# TASK REQUIREMENTS:
Count the lines containing "return" in the entries underneath, and state that count without anything else.

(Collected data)
= Beginning of Section =

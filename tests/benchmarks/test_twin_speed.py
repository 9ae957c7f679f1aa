"""Time of a twin at N = 2 000 with two regions: first preview, after a move, without sets.

Run on an idle machine: python -m pytest -m benchmark -s tests/benchmarks/test_twin_speed.py
"""

import time

import pytest

from lozenge_engine.config import Config
from lozenge_engine.geometry import Region
from lozenge_engine.kernels.order import warm
from lozenge_engine.source import PointSource
from lozenge_engine.stages import ONE_THREAD, Stages
from lozenge_engine.twin import LEVELS, twin

DENSITY = 1000.0


def pair(gap):
    x = 0.2 + gap / 2
    return Config(
        points=PointSource(density=DENSITY),
        regions=(Region(half_width=0.2, x0=-x), Region(half_width=0.2, x0=x)),
    )


def timed(work):
    start, used = time.perf_counter(), time.process_time()
    value = work()
    return value, time.perf_counter() - start, time.process_time() - used


@pytest.fixture(scope="module")
def stages():
    warm()
    return Stages(compiled=True, threads_from=ONE_THREAD)


def test_preview_of_a_live_geometry_is_there_in_three_seconds(stages):
    found, wall, used = timed(lambda: twin(pair(0.2), stages=stages))
    print(f"\npreview, {found.sets} sets: {wall:.2f} s, {used:.2f} s of one core")
    print(f"union {found.union_support.value:.4f} +- {found.union_support.error:.4f}")
    assert wall < 3.0


def test_a_moved_region_needs_no_new_modes(stages):
    twin(pair(0.2), stages=stages)
    _, wall, used = timed(lambda: twin(pair(0.3), stages=stages))
    print(f"\nregions moved: {wall:.2f} s, {used:.2f} s of one core")
    assert wall < 1.0


@pytest.mark.parametrize(("level", "limit"), [("exact", 0.3), ("smooth", 3.0)])
def test_without_sets_it_takes_a_fraction(level, limit):
    twin(pair(0.1), level=level)
    found, wall, used = timed(lambda: twin(pair(0.2), level=level))
    print(f"\n{level}: {wall:.2f} s, {used:.2f} s of one core, {found.union_support}")
    assert wall < limit


@pytest.mark.slow
@pytest.mark.parametrize("level", ["refined", "long"])
def test_more_sets_take_time_in_proportion_to_their_points(stages, level):
    def points(name):
        return sum(one.oversampling for one in LEVELS[name])

    fresh = Stages(compiled=True, threads_from=ONE_THREAD)
    first = timed(lambda: twin(pair(0.2), level="preview", stages=fresh))[2]
    found, wall, used = timed(lambda: twin(pair(0.2), level=level, stages=stages))
    print(f"\n{level}, {found.sets} sets: {wall:.1f} s, {used:.1f} s of one core, ", end="")
    print(f"union {found.union_support.value:.4f} +- {found.union_support.error:.4f}")
    assert used < 2.0 * first * points(level) / points("preview")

= End of Section =

# RESPONSE FOR THIS EXERCISE:
4